About this task: All entries that follow are to be printed exactly as written.

(Stored data entries)

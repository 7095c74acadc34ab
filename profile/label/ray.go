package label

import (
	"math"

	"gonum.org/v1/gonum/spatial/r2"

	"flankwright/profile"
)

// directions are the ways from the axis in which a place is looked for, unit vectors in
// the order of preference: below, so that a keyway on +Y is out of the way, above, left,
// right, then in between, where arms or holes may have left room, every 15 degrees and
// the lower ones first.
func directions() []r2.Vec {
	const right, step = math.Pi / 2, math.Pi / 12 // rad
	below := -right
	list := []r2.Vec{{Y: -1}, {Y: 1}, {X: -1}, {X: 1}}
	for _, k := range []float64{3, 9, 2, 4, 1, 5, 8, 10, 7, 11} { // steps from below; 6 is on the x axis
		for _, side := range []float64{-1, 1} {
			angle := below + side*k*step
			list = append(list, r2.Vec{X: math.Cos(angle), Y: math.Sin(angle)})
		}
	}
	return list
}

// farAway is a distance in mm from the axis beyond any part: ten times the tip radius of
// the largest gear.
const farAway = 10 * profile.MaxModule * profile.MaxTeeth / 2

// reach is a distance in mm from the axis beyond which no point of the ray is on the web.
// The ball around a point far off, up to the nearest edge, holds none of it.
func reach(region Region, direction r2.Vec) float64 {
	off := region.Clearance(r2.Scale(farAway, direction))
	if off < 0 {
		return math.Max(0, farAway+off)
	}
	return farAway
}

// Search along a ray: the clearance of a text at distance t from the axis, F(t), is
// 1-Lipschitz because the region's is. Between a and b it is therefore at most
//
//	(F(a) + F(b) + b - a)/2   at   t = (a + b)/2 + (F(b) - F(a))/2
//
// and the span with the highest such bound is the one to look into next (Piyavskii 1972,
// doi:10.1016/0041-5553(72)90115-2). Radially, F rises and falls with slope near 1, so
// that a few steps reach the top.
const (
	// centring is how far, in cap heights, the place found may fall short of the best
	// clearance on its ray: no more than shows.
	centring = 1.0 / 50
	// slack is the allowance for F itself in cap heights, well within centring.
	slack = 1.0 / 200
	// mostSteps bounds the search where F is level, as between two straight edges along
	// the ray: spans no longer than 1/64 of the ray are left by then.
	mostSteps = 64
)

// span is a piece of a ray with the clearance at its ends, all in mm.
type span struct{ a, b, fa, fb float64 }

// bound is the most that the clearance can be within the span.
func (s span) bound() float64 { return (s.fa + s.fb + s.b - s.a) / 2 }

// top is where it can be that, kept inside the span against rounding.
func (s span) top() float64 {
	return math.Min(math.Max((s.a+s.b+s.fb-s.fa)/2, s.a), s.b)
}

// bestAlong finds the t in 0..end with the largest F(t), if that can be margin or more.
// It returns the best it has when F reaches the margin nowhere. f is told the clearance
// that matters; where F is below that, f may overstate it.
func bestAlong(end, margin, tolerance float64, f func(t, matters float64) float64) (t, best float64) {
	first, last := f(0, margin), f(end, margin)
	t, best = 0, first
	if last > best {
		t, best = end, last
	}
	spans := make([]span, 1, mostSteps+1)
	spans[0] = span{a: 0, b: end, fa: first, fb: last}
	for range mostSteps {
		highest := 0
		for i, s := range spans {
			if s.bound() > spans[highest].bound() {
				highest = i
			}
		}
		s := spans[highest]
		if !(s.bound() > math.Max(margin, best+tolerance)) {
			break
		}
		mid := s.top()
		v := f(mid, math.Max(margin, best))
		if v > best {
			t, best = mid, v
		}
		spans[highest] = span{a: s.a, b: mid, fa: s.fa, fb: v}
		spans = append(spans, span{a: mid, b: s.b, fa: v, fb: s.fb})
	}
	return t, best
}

Your solution:
repository 7095c74acadc34ab
filename profile/label/ray.go
package label

import (
	"math"

	"gonum.org/v1/gonum/spatial/r2"

	"flankwright/profile"
)

// directions are the ways from the axis in which a place is looked for, unit vectors in
// the order of preference: below, so that a keyway on +Y is out of the way, above, left,
// right, then in between, where arms or holes may have left room, every 15 degrees and
// the lower ones first.
func directions() []r2.Vec {
	const right, step = math.Pi / 2, math.Pi / 12 // rad
	below := -right
	list := []r2.Vec{{Y: -1}, {Y: 1}, {X: -1}, {X: 1}}
	for _, k := range []float64{3, 9, 2, 4, 1, 5, 8, 10, 7, 11} { // steps from below; 6 is on the x axis
		for _, side := range []float64{-1, 1} {
			angle := below + side*k*step
			list = append(list, r2.Vec{X: math.Cos(angle), Y: math.Sin(angle)})
		}
	}
	return list
}

// farAway is a distance in mm from the axis beyond any part: ten times the tip radius of
// the largest gear.
const farAway = 10 * profile.MaxModule * profile.MaxTeeth / 2

// reach is a distance in mm from the axis beyond which no point of the ray is on the web.
// The ball around a point far off, up to the nearest edge, holds none of it.
func reach(region Region, direction r2.Vec) float64 {
	off := region.Clearance(r2.Scale(farAway, direction))
	if off < 0 {
		return math.Max(0, farAway+off)
	}
	return farAway
}

// Search along a ray: the clearance of a text at distance t from the axis, F(t), is
// 1-Lipschitz because the region's is. Between a and b it is therefore at most
//
//	(F(a) + F(b) + b - a)/2   at   t = (a + b)/2 + (F(b) - F(a))/2
//
// and the span with the highest such bound is the one to look into next (Piyavskii 1972,
// doi:10.1016/0041-5553(72)90115-2). Radially, F rises and falls with slope near 1, so
// that a few steps reach the top.
const (
	// centring is how far, in cap heights, the place found may fall short of the best
	// clearance on its ray: no more than shows.
	centring = 1.0 / 50
	// slack is the allowance for F itself in cap heights, well within centring.
	slack = 1.0 / 200
	// mostSteps bounds the search where F is level, as between two straight edges along
	// the ray: spans no longer than 1/64 of the ray are left by then.
	mostSteps = 64
)

// span is a piece of a ray with the clearance at its ends, all in mm.
type span struct{ a, b, fa, fb float64 }

// bound is the most that the clearance can be within the span.
func (s span) bound() float64 { return (s.fa + s.fb + s.b - s.a) / 2 }

// top is where it can be that, kept inside the span against rounding.
func (s span) top() float64 {
	return math.Min(math.Max((s.a+s.b+s.fb-s.fa)/2, s.a), s.b)
}

// bestAlong finds the t in 0..end with the largest F(t), if that can be margin or more.
// It returns the best it has when F reaches the margin nowhere. f is told the clearance
// that matters; where F is below that, f may overstate it.
func bestAlong(end, margin, tolerance float64, f func(t, matters float64) float64) (t, best float64) {
	first, last := f(0, margin), f(end, margin)
	t, best = 0, first
	if last > best {
		t, best = end, last
	}
	spans := make([]span, 1, mostSteps+1)
	spans[0] = span{a: 0, b: end, fa: first, fb: last}
	for range mostSteps {
		highest := 0
		for i, s := range spans {
			if s.bound() > spans[highest].bound() {
				highest = i
			}
		}
		s := spans[highest]
		if !(s.bound() > math.Max(margin, best+tolerance)) {
			break
		}
		mid := s.top()
		v := f(mid, math.Max(margin, best))
		if v > best {
			t, best = mid, v
		}
		spans[highest] = span{a: s.a, b: mid, fa: s.fa, fb: v}
		spans = append(spans, span{a: mid, b: s.b, fa: v, fb: s.fb})
	}
	return t, best
}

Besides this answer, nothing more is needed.